Signed-off-by: Peter Zijlstra (Intel) <peterz@infradead.org>
Cc: juri.lelli@arm.com
Cc: bigeasy@linutronix.de
Cc: xlpang@redhat.com
Cc: rostedt@goodmis.org
Cc: mathieu.desnoyers@efficios.com
Cc: jdesfossez@efficios.com
Cc: dvhart@infradead.org
Cc: bristot@redhat.com
Link: http://lkml.kernel.org/r/20170322104152.062785528@infradead.org
Signed-off-by: Thomas Gleixner <tglx@linutronix.de>
Signed-off-by: Zhen Lei <thunder.leizhen@huawei.com>
---
 kernel/futex.c                  | 77 +++++++++++++++++++++++----------
 kernel/locking/rtmutex.c        | 26 +++--------
 kernel/locking/rtmutex_common.h |  1 -
 3 files changed, 62 insertions(+), 42 deletions(-)

diff --git a/kernel/futex.c b/kernel/futex.c
index dcea7b214e94d75..45f00a2fb59c554 100644
--- a/kernel/futex.c
+++ b/kernel/futex.c
@@ -2284,20 +2284,7 @@ queue_unlock(struct futex_hash_bucket *hb)
 	hb_waiters_dec(hb);
 }
 
-/**
- * queue_me() - Enqueue the futex_q on the futex_hash_bucket
- * @q:	The futex_q to enqueue
- * @hb:	The destination hash bucket
- *
- * The hb->lock must be held by the caller, and is released here. A call to
- * queue_me() is typically paired with exactly one call to unqueue_me().  The
- * exceptions involve the PI related operations, which may use unqueue_me_pi()
- * or nothing if the unqueue is done as part of the wake process and the unqueue
- * state is implicit in the state of woken task (see futex_wait_requeue_pi() for
- * an example).
- */
-static inline void queue_me(struct futex_q *q, struct futex_hash_bucket *hb)
-	__releases(&hb->lock)
+static inline void __queue_me(struct futex_q *q, struct futex_hash_bucket *hb)
 {
 	int prio;
 
@@ -2314,6 +2301,24 @@ static inline void queue_me(struct futex_q *q, struct futex_hash_bucket *hb)

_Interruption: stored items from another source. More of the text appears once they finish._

API (for a record builder):
- ``parse_notation(name, raw, *, decimal_comma=False)`` with ``name`` one of
  ``NOTATION_FIELDS`` (``device``, ``cable``, ``rcd``, ``earthing``);
  ``parse_device``, ``parse_cable``, ``parse_rcd``, ``parse_earthing`` are the same
  per name. ``raw`` is what the input held (``None`` → ``None``; not text → error).
- ``Notation.fields`` (split field → value) and ``Notation.inferred`` (split field →
  why it was inferred) are read-only mappings.
- ``cell_word(raw)`` → ``NotApplicable`` / ``Limitation`` / ``None``, for any field.
  Each sentinel keeps the text and has ``code`` and ``reason`` (a check given
  ``Limitation`` is ``incomplete``, "limitation recorded: not tested", never ``pass``).

Forms (the curve letter and standards as in BS 7671 Tables 41.2, 41.3 and 41.4):
- device: ``B32``, ``c 16A``, ``MCB D10``, ``RCBO B20 30mA A``,
  ``BS EN 60898 B16`` (also ``-1``, ``EN``/``IEC``), ``BS EN 61009 C32 30mA``,
  ``BS 88-2 63A``, ``BS 88-3 32A``, ``BS 3036 15A``, ``BS 1362 13A``, ``BS 1361 30A``.
- cable: ``2.5/1.5``, ``6 / 2.5 mm²`` (line/cpc, ``mm²``, ``mm2`` or ``mm^2``).
- rcd: ``30mA``, ``30mA A``, ``30 mA type A``, ``100mA S``, ``RCD 300mA S AC``
  (type ``AC``/``A``/``F``/``B`` and ``S`` once each, either order).
- earthing: ``TN-S``, ``TN-C-S``, ``TN-C-S (PME)``, ``PME``, ``TNCS``, ``TT``, ``IT``.
- cell words: ``N/A``, ``N / A``, ``NA``, ``N.A.``, ``not applicable``; ``LIM``,
  ``LIM.``, ``limitation``. Blank: empty, ``-``, ``none``, ``null``.
"""

from __future__ import annotations

import math
import re
from collections.abc import Callable, Mapping
from dataclasses import dataclass, field
from types import MappingProxyType
from typing import ClassVar, Final, NoReturn, TypeAlias

from .errors import ReadingError
from .readings import DECLARE_COMMAS

__all__ = [
    "NOTATION_FIELDS",
    "CellWord",
    "FieldValue",
    "Limitation",
    "NotApplicable",
    "Notation",
    "NotationError",
    "cell_word",
    "parse_cable",
    "parse_device",
    "parse_earthing",
    "parse_notation",
    "parse_rcd",
]

FieldValue: TypeAlias = str | float | bool

_RCD_FIELDS = ("rcd_residual_ma", "rcd_type", "rcd_delayed")
NOTATION_FIELDS: Final[Mapping[str, frozenset[str]]] = MappingProxyType({
    "device": frozenset({"device_kind", "device_standard", "device_curve", "device_rating_a", *_RCD_FIELDS}),
    "cable": frozenset({"line_mm2", "cpc_mm2"}),
    "rcd": frozenset(_RCD_FIELDS),
    "earthing": frozenset({"earthing"}),
})


class NotationError(ReadingError):
    """Trade notation that is none of the accepted forms; ``text`` is what was written."""

    code = "bad_notation"


@dataclass(frozen=True, slots=True, kw_only=True)
class NotApplicable:
    """The cell word ``N/A``: the test does not apply to this circuit."""

    text: str
    code: ClassVar[str] = "not_applicable"
    reason: ClassVar[str] = "not applicable: the test does not apply"


@dataclass(frozen=True, slots=True, kw_only=True)
class Limitation:
    """The cell word ``LIM``: a limitation was recorded, so the item was not tested."""

    text: str
    code: ClassVar[str] = "limitation"
    reason: ClassVar[str] = "limitation recorded: not tested"


CellWord: TypeAlias = NotApplicable | Limitation


@dataclass(frozen=True, slots=True, kw_only=True)
class Notation:
    """One notation read: its name, the text, the split fields it gives and what was inferred."""

    name: str
    text: str
    fields: Mapping[str, FieldValue] = field(hash=False)
    inferred: Mapping[str, str] = field(hash=False)

    def __post_init__(self) -> None:
        allowed = NOTATION_FIELDS.get(self.name)
        if allowed is None or not set(self.fields) <= allowed or not set(self.inferred) <= set(self.fields):
            raise ValueError(f"{self.name!r} notation cannot set {sorted(self.fields)}")
        object.__setattr__(self, "fields", MappingProxyType(dict(self.fields)))
        object.__setattr__(self, "inferred", MappingProxyType(dict(self.inferred)))


_FLAGS = re.IGNORECASE | re.ASCII
_NUM = r"[0-9]+(?:[.,][0-9]+)?"
_BLANK = frozenset({"", "-", "–", "—", "NONE", "NULL"})
_NOT_APPLICABLE = frozenset({"N/A", "NA", "N.A.", "N.A", "NOTAPPLICABLE"})
_LIMITATION = frozenset({"LIM", "LIM.", "LIMITATION"})


def _upper(text: str) -> str:
    """Upper case for ASCII text only: ``"ſ".upper()`` is ``"S"``, which would read as a marking."""
    return text.upper() if text.isascii() else text


def cell_word(raw: object) -> CellWord | None:
    """``N/A`` → :class:`NotApplicable`, ``LIM`` → :class:`Limitation`, anything else → ``None``."""
    if not isinstance(raw, str):
        return None
    folded = _upper("".join(raw.split()))
    if folded in _NOT_APPLICABLE:
        return NotApplicable(text=raw)
    if folded in _LIMITATION:
        return Limitation(text=raw)
    return None


def _fail(name: str, raw: str, why: str) -> NoReturn:
    raise NotationError(f"{name}: cannot read {raw!r}: {why}", field=name, text=raw)


def _number(token: str, what: str, name: str, raw: str, decimal_comma: bool) -> float:
    if "," in token and not decimal_comma:
        _fail(name, raw, f"the {what} has a decimal comma, but the source does not declare decimal commas"
                         f"{DECLARE_COMMAS}")
    if "." in token and decimal_comma:
        _fail(name, raw, f"the {what} has a '.', but the source declares decimal commas")
    value = float(token.replace(",", "."))
    if not math.isfinite(value) or value <= 0:
        _fail(name, raw, f"the {what} must be a positive number")
    return value


@dataclass(frozen=True, slots=True)
class _Standard:
    pattern: re.Pattern[str]
    name: str
    kind: str  # "breaker", "rcbo" or "fuse"
    table: str  # where BS 7671 lists devices to it


def _std(pattern: str, name: str, kind: str, table: str) -> _Standard:
    return _Standard(re.compile(pattern + r"(?=\s|$)", _FLAGS), name, kind, table)


_STANDARDS: Final = (
    _std(r"BS\s*EN\s*60898(?:-1)?", "BS EN 60898", "breaker", "Table 41.3"),
    _std(r"BS\s*EN\s*61009(?:-1)?", "BS EN 61009", "rcbo", "Table 41.3"),
    _std(r"EN\s*60898(?:-1)?", "EN 60898", "breaker", "Table 41.3"),
    _std(r"EN\s*61009(?:-1)?", "EN 61009", "rcbo", "Table 41.3"),
    _std(r"IEC\s*60898(?:-1)?", "IEC 60898", "breaker", "Table 41.3"),
    _std(r"IEC\s*61009(?:-1)?", "IEC 61009", "rcbo", "Table 41.3"),
    _std(r"BS\s*88\s*-\s*2", "BS 88-2", "fuse", "Tables 41.2 and 41.4"),
    _std(r"BS\s*88\s*-\s*3", "BS 88-3", "fuse", "Tables 41.2 and 41.4"),
    _std(r"BS\s*3036", "BS 3036", "fuse", "Tables 41.2 and 41.4"),
    _std(r"BS\s*1362", "BS 1362", "fuse", "Tables 41.2 and 41.4"),
    _std(r"BS\s*1361", "BS 1361", "fuse", "Tables 41.2 and 41.4, as BS 88-3 system C"),
)
_KNOWN = ", ".join(s.name for s in _STANDARDS)
_LOOKS_LIKE_STANDARD = re.compile(r"(?:BS|EN|IEC)(?:\s|[0-9]|$)", _FLAGS)
_BS88_WITHOUT_PART = re.compile(r"BS\s*88(?:\s|$)", _FLAGS)
_KIND_WORD = re.compile(r"(MCB|RCBO)(?:\s+|$)", _FLAGS)
_FUSE = re.compile(rf"(?P<rating>{_NUM})\s*A?", _FLAGS)
_BREAKER = re.compile(rf"(?P<curve>[A-Z])\s*(?P<rating>{_NUM})(?P<amps>\s*A)?(?:\s+(?P<rcd>.+))?", _FLAGS)
_DEVICE_FORMS = "write e.g. B32, RCBO B20 30mA A, BS EN 61009 C32 30mA or BS 88-3 32A"
_KIND_NAMES = {"breaker": "circuit-breaker", "rcbo": "RCBO"}
_KIND_WORDS = {"breaker": "MCB", "rcbo": "RCBO"}
_DIGIT = re.compile(r"[0-9]")
_CURVE_KIND = "a curve letter and rating name a circuit-breaker (BS 7671 Table 41.3)"
_CURVE_STANDARD = {
    "breaker": ("BS EN 60898", "a circuit-breaker with a curve letter is taken to be to BS EN 60898"),
    "rcbo": ("BS EN 61009", "an RCBO with a curve letter is taken to be to BS EN 61009"),
}
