"""``Idempotency-Key`` on every job-changing POST, scoped per organisation; the first answer replayed.

Invariants:
- A POST under ``/v1/jobs`` with an ``Idempotency-Key`` reserves the key for
  the request's organisation (one row in ``idempotency_records``) in the same
  transaction as the change; the view fills in its response before it
  commits (:func:`commit_with`, :func:`remember_problem`). So the change and
  the answer are committed together or not at all: a retry after a crash
  either finds both or neither.
- Same key, same method, path, content type and body → the first response's
  status and bytes, with ``Idempotent-Replayed: true``; nothing changes.
  Same key, anything different → 409 ``idempotency_key_reused``.
- Two requests racing with one key: the second's reservation waits on the
  unique index (PostgreSQL) or on the write lock (SQLite ``BEGIN IMMEDIATE``)
  and then sees the first's committed answer.
- ``POST /v1/verify`` stores nothing and is the same function of its body
  every time, so a key there is accepted and has no effect.
- A request that fails before committing (404, 415, 422 on a bad JSON body)
  leaves no reservation: sending it again re-checks it.
"""

from __future__ import annotations

import hashlib
import re

from flask import Flask, Response, current_app, g, request
from sqlalchemy import select
from sqlalchemy.exc import IntegrityError
from sqlalchemy.orm import Session

from api.db.models import IdempotencyRecord, utcnow
from api.errors import ApiError, problem_response

__all__ = ["IDEMPOTENCY_HEADER", "IDEMPOTENCY_PARAMETER_DOC", "KEY_PATTERN", "commit_with", "init_app",
           "remember_problem"]

IDEMPOTENCY_HEADER = "Idempotency-Key"
KEY_PATTERN = re.compile(r"^[\x21-\x7e]{1,200}$")  # visible ASCII, as a header value carries safely
REPLAYED_HEADER = "Idempotent-Replayed"
IDEMPOTENCY_PARAMETER_DOC = {
    "in": "header", "name": IDEMPOTENCY_HEADER, "required": False,
    "schema": {"type": "string", "minLength": 1, "maxLength": 200, "pattern": "^[!-~]{1,200}$"},
    "description": "resending the same request with the same key (per organisation) is answered "
                   "with the first response, changing nothing; the same key with another request is a 409"}


def _applies() -> bool:
    return request.method == "POST" and request.path.startswith("/v1/jobs")


def request_key() -> str | None:
    key = request.headers.get(IDEMPOTENCY_HEADER)
    if key is None:
        return None
    if not KEY_PATTERN.match(key):
        raise ApiError(400, "bad_idempotency_key",
                       "the Idempotency-Key must be 1–200 visible ASCII characters",
                       errors=[{"parameter": IDEMPOTENCY_HEADER, "code": "bad_idempotency_key",
                                "reason": "1–200 visible ASCII characters"}])
    return key


def fingerprint() -> str:
    digest = hashlib.sha256()
    for part in (request.method, request.full_path.rstrip("?"), request.mimetype or ""):
        digest.update(part.encode("utf-8", "surrogateescape") + b"\n")
    digest.update(request.get_data(cache=True))
    return digest.hexdigest()


def _find(session: Session, organisation_id: int, key: str) -> IdempotencyRecord | None:
    query = select(IdempotencyRecord).where(IdempotencyRecord.organisation_id == organisation_id,
                                            IdempotencyRecord.idempotency_key == key)
    return session.scalars(query).first()


def _answer(found: IdempotencyRecord, wanted: str) -> Response:
    if found.request_sha256 != wanted:
        raise ApiError(409, "idempotency_key_reused",
                       "this Idempotency-Key was used with another request (method, path or body); "
                       "a key names one request: use a new key for a new body",
                       errors=[{"parameter": IDEMPOTENCY_HEADER, "code": "idempotency_key_reused",
                                "reason": "a key names one request"}])
    if found.status_code is None or found.response_body is None:
        raise ApiError(409, "idempotency_key_in_doubt",
                       "a request with this Idempotency-Key was taken but its answer was not recorded; "
                       "read the job's uploads to see what it changed",
                       errors=[{"parameter": IDEMPOTENCY_HEADER, "code": "idempotency_key_in_doubt",
                                "reason": "no recorded answer"}])
    response = current_app.response_class(found.response_body, status=found.status_code,
                                          content_type=found.content_type or "application/json")
    if found.location:
        response.headers["Location"] = found.location
    response.headers[REPLAYED_HEADER] = "true"
    return response


def _reserve() -> Response | None:
    from api.db import get_session
    from api.http.auth import current_organisation_id

    key = request_key()
    if key is None:
        return None
    organisation_id = current_organisation_id()
    assert organisation_id is not None  # inside a request: auth has resolved one or raised
    wanted = fingerprint()
    session = get_session()
    found = _find(session, organisation_id, key)
    if found is not None:
        return _answer(found, wanted)
    record = IdempotencyRecord(organisation_id=organisation_id, idempotency_key=key, method=request.method,
                               path=request.path[:2000], request_sha256=wanted, created_at=utcnow())
    session.add(record)
    try:
        session.flush()
    except IntegrityError:  # another request with this key committed first
        session.rollback()
        found = _find(session, organisation_id, key)
        if found is None:  # pragma: no cover - the winner's row is committed before we can fail
            raise
        return _answer(found, wanted)
    g.idempotency_record = record
    return None


def commit_with(session: Session, response: Response) -> Response:
    """Record ``response`` as the answer to this request's key (if any), then commit both."""
    record: IdempotencyRecord | None = g.pop("idempotency_record", None)
    if record is not None:
        record.status_code = response.status_code
        record.content_type = response.content_type
        record.location = response.headers.get("Location")
        record.response_body = response.get_data()
    session.commit()
    return response


def remember_problem(problem: ApiError) -> None:
    """Record a refusal that is committed anyway (a rejected upload kept) as the key's answer."""
    record: IdempotencyRecord | None = g.pop("idempotency_record", None)
    if record is not None:
        response = problem_response(problem)
        record.status_code = response.status_code
        record.content_type = response.content_type
        record.response_body = response.get_data()


def init_app(app: Flask) -> None:
    @app.before_request
    def _idempotency() -> Response | None:
        return _reserve() if _applies() else None
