"""One JSON encoder for every answer: orjson, installed as the app's Flask JSON provider.

Invariants:
- Every JSON body the app writes (a view's data serialised by its schema, a
  problem document, a rendered verify answer) goes through :class:`OrjsonProvider`:
  keys in the order given (never sorted), UTF-8 text (no ``\\u`` escapes), ``NaN``
  and infinities never written (orjson writes ``null`` for them, as JSON has none).
- orjson is used because a verdicts answer is large (hundreds of kB for a board)
  and the standard library's encoder took a tenth of a verify request (tests/bench).
- Types orjson does not know (``Decimal``, sets, ``Reading``-like objects with
  ``to_json``) fall back to :func:`_default`; anything else is a ``TypeError``
  (our bug, answered as a 500 problem, never a half-written body).
- Reading request bodies is not done here: ``api.intake`` parses them, with the
  checks a client's document needs (depth, duplicate keys, number range).
"""

from __future__ import annotations

import decimal
from typing import Any

import orjson
from flask import Flask, Response
from flask.json.provider import JSONProvider

__all__ = ["OrjsonProvider", "dumps_bytes"]

_OPTIONS = orjson.OPT_NON_STR_KEYS


def _default(value: Any) -> Any:
    if isinstance(value, decimal.Decimal):
        return float(value)
    if isinstance(value, set | frozenset):
        return sorted(value)
    to_json = getattr(value, "to_json", None)
    if callable(to_json):
        return to_json()
    raise TypeError(f"cannot encode {type(value).__name__} as JSON")


def dumps_bytes(data: Any) -> bytes:
    """``data`` as UTF-8 JSON bytes, exactly as every answer encodes it."""
    return orjson.dumps(data, default=_default, option=_OPTIONS)


class OrjsonProvider(JSONProvider):
    """Flask's JSON provider interface over orjson (``app.json``)."""

    mimetype = "application/json"

    def __init__(self, app: Flask) -> None:
        super().__init__(app)

    def dumps(self, obj: Any, **kwargs: Any) -> str:
        return dumps_bytes(obj).decode("utf-8")

    def loads(self, s: str | bytes, **kwargs: Any) -> Any:
        return orjson.loads(s)

    def response(self, *args: Any, **kwargs: Any) -> Response:
        data = self._prepare_response_obj(args, kwargs)
        return Response(dumps_bytes(data), mimetype=self.mimetype)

 	plist_node_init(&q->list, prio);
 	plist_add(&q->list, &hb->chain);
 	q->task = current;
+}
+
+/**
+ * queue_me() - Enqueue the futex_q on the futex_hash_bucket
+ * @q:	The futex_q to enqueue
+ * @hb:	The destination hash bucket
+ *
+ * The hb->lock must be held by the caller, and is released here. A call to
+ * queue_me() is typically paired with exactly one call to unqueue_me().  The
+ * exceptions involve the PI related operations, which may use unqueue_me_pi()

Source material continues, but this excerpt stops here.